Paul McCartney:  “It was a song that John brought over to me at Cavendish Avenue.  It was his original idea.  He’d been reading the ‘Daily Mail’ and brought the newspaper with him to my house.  We went upstairs to the music room and started to work on it.  He had the first verse, he had the war, and a little bit of the second verse.”

John Lennon, 1970:  “Paul and I were definitely working together…The way we wrote a lot of the time:  you’d write the good bit, the part that was easy, like ‘I read the news today’ or whatever it was.  Then when you got stuck or whenever it got hard, instead of carrying on, you just drop it.  Then we would meet each other, and I would sing half and he would be inspired to write the next bit, and vice versa.  He was a bit shy about it, because I think he thought it was already a good song.  Sometimes we wouldn’t let each other interfere with a song either, because you tend to be a bit lax with someone else’s stuff; you experiment a bit.”

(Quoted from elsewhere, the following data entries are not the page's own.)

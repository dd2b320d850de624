package server

import (
	"cmp"
	"fmt"
	"math"
	"net/http"
	"slices"
	"strings"

	"github.com/labstack/echo/v4"

	"tripwell/forms"
	"tripwell/store"
)

// devicePage is one device with everything that was ever said of it.
type devicePage struct {
	Frame
	Crumbs                      []link
	Heading, Tag, What, Retired string
	Last                        mark
	Next                        []dated
	Conflicts                   []conflictLine
	Clash                       string
	Same                        link // two items that hold one label are one; "" where they cannot be
	Columns                     []column
	Entries                     []entryRow
	Defects                     []defectRow
	Gone                        []conflictLine // what was said of defects that a correction took away
	Chain                       *chainShown
	Facts                       []fact
	Actions                     []link
	SheetHref                   string // the device sheet, "" for who may not take it
	Label                       *label
	NoLabel                     string
	Earlier                     []link
}

// dated is a sentence about a date; Late when the date has passed.
type dated struct {
	Text string
	Late bool
}

// column is a column of readings in a device's entries; only columns that have a reading are shown.
type column struct {
	Text string
	Num  bool
}

// entryRow is one entry of a device; Cells follow the page's columns.
type entryRow struct {
	Href, Day, Task string
	Cells           []string
	Verdict         mark
	Why, By         string
}

// fact is one named value.
type fact struct {
	Name, Value string
	Mono        bool   // an id
	Href        string // "" = no link
}

func (s *Server) deviceShow(c echo.Context) error {
	view := devicePage{Frame: s.frame(c, s.words.Say("office.device.title"), "sites")}
	err := s.store.View(scope(c), func(v *store.View) error {
		row, err := v.Device(c.Param("device"), forms.DayOf(s.store.Now()))
		if err != nil {
			return err
		}
		site, err := v.Site(row.Site)
		if err != nil {
			return err
		}
		if row, err = v.Device(row.ID, s.today(site)); err != nil {
			return err
		}
		return s.buildDevice(v, site, row, &view)
	})
	if err != nil {
		return err
	}
	switch {
	case may(c, office):
		view.SheetHref = "/device-sheet?device=" + c.Param("device")
	case view.Label != nil: // downloads are not open to crew
		view.Label.Sheet, view.Label.PNG, view.Label.SVG = "", "", ""
	}
	return s.page(c, http.StatusOK, "device.html", view)
}

func (s *Server) buildDevice(v *store.View, site store.Site, d store.Device, view *devicePage) error {
	entries, err := v.Entries(d.ID)
	if err != nil {
		return err
	}
	names, err := instrumentNames(v)
	if err != nil {
		return err
	}
	k, today := s.ink(), s.today(site)
	view.Title = s.spot(d.DeviceRow)
	view.Heading, view.Tag, view.What = view.Title, k.tag(d.Tag), s.whatItIs(d.DeviceRow)
	view.Crumbs = []link{{Href: siteHref(site), Text: site.Name}}
	if context := d.Place.Context(); context != "" {
		view.Crumbs = append(view.Crumbs, link{Text: context})
	}
	view.Last = k.verdict("")
	if task, last, ok := lastStanding(d.DeviceRow); ok {
		view.Last = k.verdict(last.Result)
		view.Last.Word += ": " + lowerFirst(k.named("task", task)) + ", " + k.near(last.Day, today)
	}
	if view.Next = s.nextDates(d.DeviceRow, today); d.Retired {
		view.Next, view.Retired = nil, k.say("office.device.retired")
	}
	view.Conflicts = s.conflicts(v, d.Conflicts, today)
	if len(d.TagClash) > 0 {
		view.Clash = k.say("office.device.clash", "tag", view.Tag)
		like, err := s.itemsLike(v, d)
		if err != nil {
			return err
		}
		if view.Change && len(like) > 0 {
			view.Same = link{Href: "/devices/" + d.ID + "/same", Text: k.say("office.item.same")}
		}
	}
	s.entryTable(v, entries, names, view)
	if view.Chain, err = s.deviceChain(v, d, today, view.Change); err != nil {
		return err
	}
	view.Facts = s.deviceFacts(d)
	applies, err := s.setApplying(v, d.ID, today)
	if err != nil {
		return err
	}
	at, err := s.itemFacts(v, d, today)
	if err != nil {
		return err
	}
	view.Facts = append(append(append(view.Facts, applies), at...), s.formerFact(v, d, today)...)
	marks, err := s.markFacts(v, d, entries, today)
	if err != nil {
		return err
	}
	view.Facts = append(view.Facts, marks...)
	s.labelOf(d, view)
	if err := s.defectsOf(v, d, site, view); err != nil {
		return err
	}
	for _, e := range d.Earlier {
		view.Earlier = append(view.Earlier, link{Href: "/devices/" + e.ID, Text: s.earlier(e)})
	}
	if view.Change {
		view.Actions = []link{{Href: "/devices/" + d.ID + "/edit", Text: k.say("office.device.edit")}, {Href: "/devices/" + d.ID + "/defects/new", Text: k.say("office.defect.new")}}
		if !d.Retired {
			view.Actions = append(view.Actions, link{Href: "/devices/" + d.ID + "/retire", Text: k.say("office.device.retire")},
				link{Href: siteHref(site) + "/occasion?device=" + d.ID, Text: k.say("asked.occasion_new")}, link{Href: siteHref(site) + "/pause?device=" + d.ID, Text: k.say("asked.pause_new")})
		} else if d.Place.ID != "" {
			view.Actions = append(view.Actions, link{Href: siteHref(site) + "/devices/new?after=" + d.ID, Text: k.say("office.device.successor")})
		}
	}
	return nil
}

// whatItIs is the line under a device's heading: GFCI receptacle, 20 A · LP-2 / 14 · installed 3 Mar 2021.
func (s *Server) whatItIs(d store.DeviceRow) string {
	text := joined(s.kindAndRating(d), circuit(d))
	if d.Installed != forms.NoDay && d.Installed != 0 {
		text = joined(text, s.words.Say("office.device.installed", "day", s.ink().day(d.Installed)))
	}
	return text
}

func (s *Server) earlier(d store.DeviceRow) string {
	text := joined(s.kindAndRating(d), strings.TrimSpace(d.Make+" "+d.Model))
	if d.Installed != forms.NoDay && d.Installed != 0 {
		text = joined(text, s.words.Say("office.device.installed", "day", s.ink().day(d.Installed)))
	}
	return text
}

// nextDates says each date of a device in a sentence, the passed ones first.
func (s *Server) nextDates(d store.DeviceRow, today forms.Day) []dated {
	k := s.ink()
	if len(d.Due) == 0 {
		return []dated{{Text: k.say("office.device.no_dates")}}
	}
	var out []dated
	for _, due := range d.Due {
		key := map[string]string{"overdue": "office.device.next_overdue", "in-grace": "office.device.next_grace"}[due.State]
		if due.Due == forms.NoDay {
			key = "office.device.next_never"
		}
		text := k.say(cmp.Or(key, "office.device.next"), "task", k.named("task", due.Task), "day", k.near(due.Due, today))
		switch {
		case due.State == forms.Paused:
			text = k.say("asked.device_paused", "task", k.named("task", due.Task), "day", k.near(due.Paused.Until, today), "reason", due.Paused.Reason)
		case due.Cause != "":
			text = k.say("asked.device_cause", "what", text, "cause", s.cause(due.Cause))
		}
		out = append(out, dated{Text: text, Late: due.State == "overdue"})
	}
	slices.SortStableFunc(out, func(a, b dated) int { return cmp.Compare(b2i(b.Late), b2i(a.Late)) })
	return out
}

func b2i(b bool) int {
	if b {
		return 1
	}
	return 0
}

// tableReadings are the readings a device's entries are compared by, in the order of the work.
var tableReadings = []string{"trip_current_ma", "trip_time_ms", "wiring", "ground_ohm", "retention_g"}

// tableOwn is the most checks of the organisation's own that the table gives columns of their own.
const tableOwn = 3

// entryTable fills the entries with the columns at least one of them has a reading for.
func (s *Server) entryTable(v *store.View, entries []store.Entry, instruments map[string]string, view *devicePage) {
	k := s.ink()
	cells := make([]map[string]string, len(entries))
	used := map[string]bool{}
	for i, e := range entries {
		cells[i] = map[string]string{}
		for _, code := range tableReadings {
			if text := s.tableCell(e, code); text != "" {
				cells[i][code], used[code] = text, true
			}
		}
	}
	var codes []string
	for _, code := range tableReadings {
		if used[code] {
			codes = append(codes, code)
			view.Columns = append(view.Columns, column{Text: k.reading(code), Num: unitOf(code) != ""})
		}
	}
	for _, name := range s.ownCells(entries, cells) {
		codes = append(codes, name)
		view.Columns = append(view.Columns, column{Text: name})
	}
	for i, e := range entries {
		row := entryRow{Href: "/entries/" + e.ID, Day: k.day(e.Day), Task: k.named("task", e.Task), Verdict: k.verdict(e.Verdict.Result), By: s.testedBy(v, e)}
		if name := instruments[e.Body.Given.Instrument]; name != "" {
			row.By = k.say("office.device.by_with", "by", row.By, "instrument", name)
		}
		if e.Verdict.Result == forms.NotTested {
			row.Why = lowerFirst(whyNot(k, e.Body))
		}
		if e.Withdrawn != nil {
			row.Verdict, row.Why = mark{"none", k.say("office.entry.withdrawn_short")}, ""
		}
		if e.Sealed != nil {
			row.Verdict, row.Why = mark{"none", k.say("office.seal.short")}, k.say("office.seal.why", "reason", e.Sealed.Reason, "by", s.personName(v, e.Sealed.By), "day", k.day(forms.DayOf(e.Sealed.At)))
		}
		for _, code := range codes {
			row.Cells = append(row.Cells, cells[i][code])
		}
		view.Entries = append(view.Entries, row)
	}
}

// ownCells adds what entries say to the checks of the organisation's own, by the name their form gave each, since forms may
// use one code for two checks; it gives the names in order.
func (s *Server) ownCells(entries []store.Entry, cells []map[string]string) (names []string) {
	for i, e := range entries {
		for _, code := range sortedKeys(e.OwnNames) {
			text, name := s.tableCell(e, code), e.OwnNames[code]
			if text == "" {
				continue
			}
			if cells[i][name] = text; !slices.Contains(names, name) {
				names = append(names, name)
			}
		}
	}
	slices.Sort(names)
	return names[:min(len(names), tableOwn)]
}

// tableCell writes one reading of an entry for the table; a trip time stands with the current it was measured at. Of a
// series the worst finding's reading stands for all.
func (s *Server) tableCell(e store.Entry, code string) string {
	k := s.ink()
	r, ok := e.Body.Readings[code]
	if !ok {
		if at := worstOfSeries(e, code); at >= 0 {
			text := k.value(code, e.Body.Series[at].Readings[code])
			if multiple, ok := e.Body.Series[at].At["multiple"]; ok {
				text = k.say("office.device.at_multiple", "value", text, "n", fmt.Sprint(multiple))
			}
			return text
		}
		return ""
	}
	if r.Missing != "" {
		return ""
	}
	text := k.value(code, r)
	if current, ok := e.Body.Readings["test_current_ma"]; ok && code == "trip_time_ms" && current.Missing == "" {
		text = k.say("office.device.at_current", "time", text, "current", k.value("test_current_ma", current))
	}
	return text
}

// worstOfSeries finds the series reading that stands for all in a table: the one with the worst finding; of equal ones
// that at the rated current, and of those the longest. −1 where there is none.
func worstOfSeries(e store.Entry, code string) int {
	found, worst := -1, math.Inf(-1)
	for i, one := range e.Body.Series {
		r, ok := one.Readings[code]
		if !ok || r.Missing != "" {
			continue
		}
		bad := 0.0
		for _, f := range e.Verdict.Findings {
			if f.Reading == code && sameConditions(f.At, one.At) {
				bad = max(bad, 1000*float64(severity(f.Verdict)))
			}
		}
		if v, ok := r.Value.(float64); ok && fmt.Sprint(one.At["multiple"]) == "1" {
			bad += 1 + v/(1+math.Abs(v))
		}
		if bad > worst {
			found, worst = i, bad
		}
	}
	return found
}

// whyNot gives the reason an entry has no test: the first reading that says why it is missing.
func whyNot(k ink, body forms.Entry) string {
	for _, code := range sortedKeys(body.Readings) {
		if why := body.Readings[code].Missing; why != "" {
			return k.named("missing", why)
		}
	}
	return ""
}

// testedBy names who tested: who read the figures where somebody else typed them.
func (s *Server) testedBy(v *store.View, e store.Entry) string {
	if e.ReadBy != "" {
		return s.personName(v, e.ReadBy)
	}
	if e.Imported {
		return s.words.Say("office.device.imported")
	}
	return s.personName(v, e.By)
}

func instrumentNames(v *store.View) (map[string]string, error) {
	all, err := v.Instruments()
	names := map[string]string{}
	for _, i := range all {
		names[i.ID] = i.Name
	}
	return names, err
}

// factOrder are the register fields a device page shows, in this order; fields of newer programs follow by name.
var factOrder = []string{"make", "model", "serial", "rating_a", "nominal_v", "rated_residual_ma", "delayed", "waveform", "equipment_ground", "faces", "installed", "gauge", "length_m",
	"locking", "quiet_ground", "new_construction", "no_neutral", "supply_edition", "double_insulated", "earthing", "distribution", "special_location", "limit_set", "note"}

// fieldUnits are the units of register fields that are figures.
var fieldUnits = map[string]string{"rating_a": "A", "nominal_v": "V", "rated_residual_ma": "mA", "length_m": "m", "breaker_a": "A"}

func (s *Server) deviceFacts(d store.Device) []fact {
	k := s.ink()
	out := []fact{{Name: k.say("office.device.field.kind"), Value: k.named("kind", d.Kind)}}
	if line := circuit(d.DeviceRow); line != "" {
		out = append(out, fact{Name: k.say("office.device.panel_circuit"), Value: line})
	}
	add := func(field, value string) {
		name := field
		if key := "office.device.field." + field; k.words.Has(key) {
			name = k.say(key)
		}
		if value != "" {
			out = append(out, fact{Name: name, Value: value})
		}
	}
	for _, field := range factOrder {
		add(field, s.fieldText(field, d.Fields[field]))
	}
	add("critical_load", d.Place.CriticalLoad)
	add("whom_to_tell", d.Place.WhomToTell)
	add("test_from", d.Place.TestFrom)
	add("test_until", d.Place.TestUntil)
	for _, field := range sortedKeys(d.Fields) {
		if !slices.Contains(factOrder, field) && !slices.Contains([]string{"kind", "place", "circuit", "formerly", "where", "at_site"}, field) {
			add(field, s.fieldText(field, d.Fields[field]))
		}
	}
	return out
}

// fieldText writes a register field's value.
func (s *Server) fieldText(field string, value any) string {
	k := s.ink()
	switch v := value.(type) {
	case nil:
		return ""
	case bool:
		return k.say(map[bool]string{true: "office.yes", false: "office.no"}[v])
	case float64:
		return k.amount(number(v), fieldUnits[field])
	case string:
		switch field {
		case "installed":
			if day, err := forms.ParseDay(v); err == nil {
				return k.day(day)
			}
		case "equipment_ground":
			return k.say(map[string]string{"yes": "office.device.ground_yes", "none-permitted": "office.device.ground_none"}[v])
		case "limit_set":
			return k.named("limit_set", v)
		case "earthing", "supply_edition":
			t, _ := forms.TraitNamed(field)
			return s.traitText(t, v)
		case "waveform":
			return k.answer("waveform", v)
		}
		return v
	case []any:
		var parts []string
		for _, one := range v {
			parts = append(parts, s.fieldText(field, one))
		}
		return strings.Join(parts, ", ")
	}
	return ""
}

Paul McCartney:  “John and I sat down, and he had the opening verse and the tune.  He got the idea of how it would continue from the ‘Daily Mail,’ where there was the mad article about the holes in Blackburn.  Then the next article would be that Dame So-and-so had played the Albert Hall.  So they all got mixed together in a little poetic jumble that sounded nice.  Then I threw in a little bit I played on the piano:  ‘Woke up, fell out of bed, dragged a comb across my head…’ which was a little party piece of mine, although I didn’t have any more written.”
John Lennon, 1967:  “There was still one word missing in that verse when we came to record.  I knew the line had to go ‘Now they know how many holes it takes to – something, the Albert Hall.’  For some reason I couldn’t think of the verb.  What did the holes do to the Albert Hall?  It was Terry (Doran) who said ‘fill’ the Albert Hall.  And that was it.  Perhaps I was looking for that word all the time, but couldn’t put my tongue on it.  Other people don’t necessarily give you a word or a line, they just throw in the word you’re looking for anyway.”
So we can see that John began writing the song at his Kenwood home while inspired by articles in the recent ‘Daily Mail,’ this being the January 17th, 1967 issue.  No doubt starting on this day, he wrote a good portion of the melody and the beginnings of the first and second verse on the piano with the newspaper propped up in front of him.  When he got stuck, he took the paper over to Paul’s house at St. John’s Wood to make the song a collaborative effort.  Two days later, on January 19th, they began recording it at EMI Studios where friend Terry Doran filled in the last needed word “fill” to complete the song.